I'm lying in a bark hut surrounded by strange men. One sits smoking pungent tobacco rolled into a long, fat spear, a caricature of a Rastaman's joint. Two others chew betel nut, their mouths a bright, frothy red. Curled up in the corner, my friend George Houde is sleeping the sleep of the dead while rats play at his feet.
Sidelined by a steep, muddy trail and a bad fall, we're here because I tore my ACL while attempting a 130-mile trek across Papua New Guinea. Now George, a reporter on leave from the Chicago Tribune and part of our eight-person team, and I are back in the inland village where we started our trek on foot. My goal of following in the footsteps of a group of World War II soldiers via what they called the Kapa Kapa Trail (a mispronunciation of Gabagaba, the coastal village where the route begins), which runs across Papua New Guinea from its south coast to its north, is in serious peril. It's the first day of the trip.
In October 1942, during a march considered one of the cruelest in modern military history, 1,200 ill-equipped, untrained American troops from the 32nd Infantry Division endured more than a month of suffering on the Kapa Kapa en route to the north-coast battlefields at Buna, where the Imperial Japanese Army was waiting.At least two men died of exhaustion during the crossing, and the rest were physically shattered by the trek. Remarkably, after nine weeks of fighting in stinking, hip-deep swamps full of floating corpses bloated by the heat, the Allied troops finally dislodged the Japanese from Buna. But the victory came at a cost. According to General Robert Eichelberger, the commanding officer, fatalities "closely approached, percentage-wise, the heaviest losses in our own Civil War battles."
The soldiers' memories are still searing. "If I owned New Guinea and I owned Hell, I would live in Hell and rent out New Guinea," says Buna veteran Bob Hartman.
I'm beginning to see what he means. Three years ago, while researching a book on the soldiers' experience, I hatched the idea of repeating the WWII march. If the trek succeeds, it will be the first time in 64 years that a team from outside Papua New Guinea has hiked the trail in its entirety. I'd visited New Guinea four previous times, the last trip just ten months ago, when I came to scout the area. I was advised then by former Australian colonial patrolmen, the Papua New Guinea Defense Force, and a number of trekkers familiar with the New Guinea bush not to attempt the crossing. Even if the route had not been consumed by jungle or erased by torrential rains, I was told, it was at best nothing more than a narrow hunting-and-trading trail that traversed some of the country's most formidable territory. One villager looked into the mountains and whistled through his teeth, "Long way too much." A former government patrolman challenged my sanity. "You're delusional," he said.
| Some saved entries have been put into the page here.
/** Looks for fields outwards from what is known. */
import type { Layout, LayoutCell } from '../../layouts/layout.ts'
import type { Homography } from '../geometry/homography.ts'
import { ResidualField } from '../geometry/residual-field.ts'
import type { Point } from '../pixels/grey.ts'
import { type FieldPart, fieldParts } from './field-lines.ts'
import { distance, type Mark, markOf, nearest } from './marks.ts'
import { fieldPatch, measureParts, type PartFit } from './measure-part.ts'
import { measureTickPlace } from './measure-tick.ts'
import type { Picture } from './patch.ts'

/** Lines must speak for a place so much to be believed: frames are pale, and grain and pens lower it. */
const LEAST_SUPPORT = { comb: 0.4, tick: 0.33 } as const
/** A comb must be at least as alike in its place as one box to the side; that all of a page are surely so is judged together. */
const LEAST_AHEAD = 0
/** How far from its neighbours' word a field is looked for, mm: more, the farther they are; never as far as the next box. */
const combReach = (distance_mm: number) => Math.min(2.4, 0.7 + 0.05 * distance_mm)
const tickReach = (distance_mm: number) => Math.min(1.7, 0.6 + 0.04 * distance_mm)

export interface FramedPicture extends Picture {
  /** Contrast of a pale frame in it. */
  frameContrast: number
  /** Frames are looked for that are paler than they should be: none is then plain enough to stand against its neighbours. */
  pale?: boolean
  /** Samples of a field lie so far apart. */
  step_mm: number
}

/** What is looked for in one go: a comb with its parts, or one tick box. */
export interface Placing {
  parts: FieldPart[]
  tick: boolean
  center: Point
}

const isTick = (cell: LayoutCell) => cell.kind === 'tick' || cell.kind === 'choice'

export function placings(layout: Layout, planned: boolean): Placing[] {
  return layout.cells.flatMap((cell) => {
    if (planned && 'planned' in cell && cell.planned) return []
    const parts = fieldParts(cell)
    if (parts.length === 0) return []
    const tick = isTick(cell)
    // The options of a choice stand apart, so each is found on its own.
    const groups = tick ? parts.map((part) => [part]) : [parts]
    return groups.map((group) => {
      const { x, y, width, height } = group[0]!.field
      return { parts: group, tick, center: { x: x + width / 2, y: y + height / 2 } }
    })
  })
}

const isGood = (fit: PartFit, tick: boolean): boolean => {
  const least = tick ? LEAST_SUPPORT.tick : LEAST_SUPPORT.comb
  return fit.supportX >= least && fit.supportY >= least && (tick || fit.ahead >= LEAST_AHEAD)
}

function place(picture: FramedPicture, homography: Homography, field: ResidualField, placing: Placing, reach_mm: number): Mark[] {
  const { parts, tick, center } = placing
  const map = { homography, center, displacement: field.at(center) }
  const fits = tick
    ? parts.map((part) => measureTickPlace(picture, map, part, reach_mm))
    : measureParts(fieldPatch(picture, map, parts[0]!.field, reach_mm, picture.step_mm), parts, reach_mm, picture.frameContrast)
  return fits.flatMap((fit, i) => (isGood(fit, tick) ? [markOf(parts[i]!, map, fit, tick, !picture.pale)] : []))
}

/** Nearest to what is known first; what is found helps to find the next. Gives the marks of what was found. */
export function placeOutwards(
  picture: FramedPicture,
  homography: Homography,
  known: readonly Mark[],
  waiting: readonly Placing[],
): Mark[] {
  const field = new ResidualField(known)
  const found: Mark[] = []
  const left = [...waiting]
  const near = new Map(left.map((p) => [p, nearest(known, p.center)]))
  while (left.length > 0) {
    let next = 0
    for (let i = 1; i < left.length; i++) if (near.get(left[i]!)! < near.get(left[next]!)!) next = i
    const placing = left.splice(next, 1)[0]!
    const reach = (placing.tick ? tickReach : combReach)(near.get(placing)!)
    const marks = place(picture, homography, field, placing, reach)
    found.push(...marks)
    for (const mark of marks) {
      field.add(mark)
      for (const other of left) {
        const d = distance(mark, other.center)
        if (d < near.get(other)!) near.set(other, d)
      }
    }
  }
  return found
}
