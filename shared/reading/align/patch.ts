/** A piece of the page, sampled from the photo through a map: darkness on a grid of layout millimetres. */
import type { FieldMap } from '../geometry/page-map.ts'
import type { Grey } from '../pixels/grey.ts'
import type { PaperLevel } from '../pixels/paper.ts'

/** The picture that fields are measured on. */
export interface Picture {
  grey: Grey
  paper: PaperLevel
  /** Its pixels a pixel of the maps it is sampled through, where those are of a larger picture. */
  shrunk?: number
}

export interface Patch {
  /** Left and top edge, mm. */
  x: number
  y: number
  step_mm: number
  columns: number
  rows: number
  /** 0 paper to 1 black, row by row; NaN outside the picture. */
  darkness: Float32Array
}

const DARKEST_PAPER = 12
/** Samples between two places that are worked out in full: about 1.5 mm, over which perspective and paper run straight. */
const KNOT = 8

/** Where a sample stands in the picture (pixel middles at whole numbers), and what one grey level of darkness is worth there. */
interface Knot {
  px: number
  py: number
  perWhite: number
}

/** Works out knots of one patch: the map in full, and the paper's level from its own coarse map. */
function knotsOf({ paper, shrunk = 1 }: Picture, { homography: h, center, displacement: d }: FieldMap) {
  const { width, height, data } = paper.level
  const perBlock = 1 / paper.block_px
  return (x: number, y: number, into: Knot): void => {
    const u = x - center.x
    const v = y - center.y
    const mx = x + d.dx + d.dxx * u + d.dxy * v
    const my = y + d.dy + d.dyx * u + d.dyy * v
    const w = shrunk / (h[6]! * mx + h[7]! * my + h[8]!)
    const px = (h[0]! * mx + h[1]! * my + h[2]!) * w - 0.5
    const py = (h[3]! * mx + h[4]! * my + h[5]!) * w - 0.5
    const bx = Math.min(Math.max(px * perBlock - 0.5, 0), width - 1.001)
    const by = Math.min(Math.max(py * perBlock - 0.5, 0), height - 1.001)
    const column = bx | 0
    const k = (by | 0) * width + column
    const fx = bx - column
    const upper = data[k]! + (data[k + 1]! - data[k]!) * fx
    const lower = data[k + width]! + (data[k + width + 1]! - data[k + width]!) * fx
    into.px = px
    into.py = py
    into.perWhite = 1 / Math.max(DARKEST_PAPER, upper + (lower - upper) * (by - (by | 0)))
  }
}

/** Samples between pixels. */
export function samplePatch(
  picture: Picture,
  map: FieldMap,
  area: { x: number; y: number; width: number; height: number },
  step_mm: number,
): Patch {
  const columns = Math.max(1, Math.round(area.width / step_mm))
  const rows = Math.max(1, Math.round(area.height / step_mm))
  const darkness = new Float32Array(columns * rows)
  const { width, data } = picture.grey
  const [right, bottom] = [width - 1, picture.grey.height - 1]
  const knot = knotsOf(picture, map)
  const to: Knot = { px: 0, py: 0, perWhite: 0 }
  for (let row = 0; row < rows; row++) {
    const y = area.y + (row + 0.5) * step_mm
    knot(area.x + 0.5 * step_mm, y, to)
    for (let start = 0; start < columns; start += KNOT) {
      let { px, py, perWhite } = to
      knot(area.x + (start + KNOT + 0.5) * step_mm, y, to)
      const dx = (to.px - px) / KNOT
      const dy = (to.py - py) / KNOT
      const dw = (to.perWhite - perWhite) / KNOT
      const last = row * columns + Math.min(columns, start + KNOT)
      for (let at = row * columns + start; at < last; at++, px += dx, py += dy, perWhite += dw) {
        if (!(px >= 0 && py >= 0 && px < right && py < bottom)) {
          darkness[at] = Number.NaN
          continue
        }
        const x0 = px | 0
        const y0 = py | 0
        const fx = px - x0
        const i = y0 * width + x0
        const top = data[i]! + (data[i + 1]! - data[i]!) * fx
        const low = data[i + width]! + (data[i + width + 1]! - data[i + width]!) * fx
        const dark = 1 - (top + (low - top) * (py - y0)) * perWhite
        darkness[at] = Math.min(1, Math.max(0, dark))
      }
    }
  }
  return { x: area.x, y: area.y, step_mm, columns, rows, darkness }
}

const BINS = 48

/**
 * One value a column (or a row): the darkness that at least `share` of its cells reach. A printed line reaches all along,
 * a stroke of writing only in places. Darkness over `clip` counts as `clip`, so that pens do not outshout pale frames.
 */
export function lineProfile(
  { columns, rows, x, y, step_mm, darkness }: Patch,
  along: 'columns' | 'rows',
  from_mm: number,
  to_mm: number,
  share: number,
  clip: number,
): Float32Array {
  const [count, across, origin] = along === 'columns' ? [columns, rows, y] : [rows, columns, x]
  const [step, stride] = along === 'columns' ? [1, columns] : [columns, 1]
  const first = Math.max(0, Math.ceil((from_mm - origin) / step_mm - 0.5))
  const last = Math.min(across - 1, Math.floor((to_mm - origin) / step_mm - 0.5))
  const profile = new Float32Array(count)
  const bins = new Uint16Array(BINS)
  const perBin = (BINS - 1) / clip
  for (let i = 0; i < count; i++) {
    bins.fill(0)
    let seen = 0
    for (let at = i * step + first * stride, end = i * step + last * stride; at <= end; at += stride) {
      const value = darkness[at]!
      // Outside the picture there is nothing to count.
      if (!(value >= 0)) continue
      bins[value >= clip ? BINS - 1 : (value * perBin + 0.5) | 0]!++
      seen++
    }
    if (seen === 0 || seen < (last - first + 1) / 2) continue
    // From the bright end, where most cells are.
    let paler = seen * (1 - share) - bins[0]!
    let bin = 0
    while (paler >= 0 && bin < BINS - 1) paler -= bins[++bin]!
    profile[i] = bin / perBin
  }
  return profile
}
The Australians had counseled General Douglas MacArthur against sending men on this route, too the mountain passes were too high, the terrain too rough, the rivers too fast, the tribes unpredictable.
But they went, and now so have I. The sun drifts below the mountains, and the evening is stifling. Dela, the hut's owner, inexplicably refuses to prop open the thin bamboo boards that serve as windows. When I persist, he explains in a mix of English and Motu that there are sorcerers who roam the hills at night, cast deadly spells, and will try to kill me. Just then I hear soft voices outside the hut. Dela opens the door and villagers file in with bowed heads, as if in prayer. They begin to sing, in two-, three-, four-part harmony. It's as if angels have descended.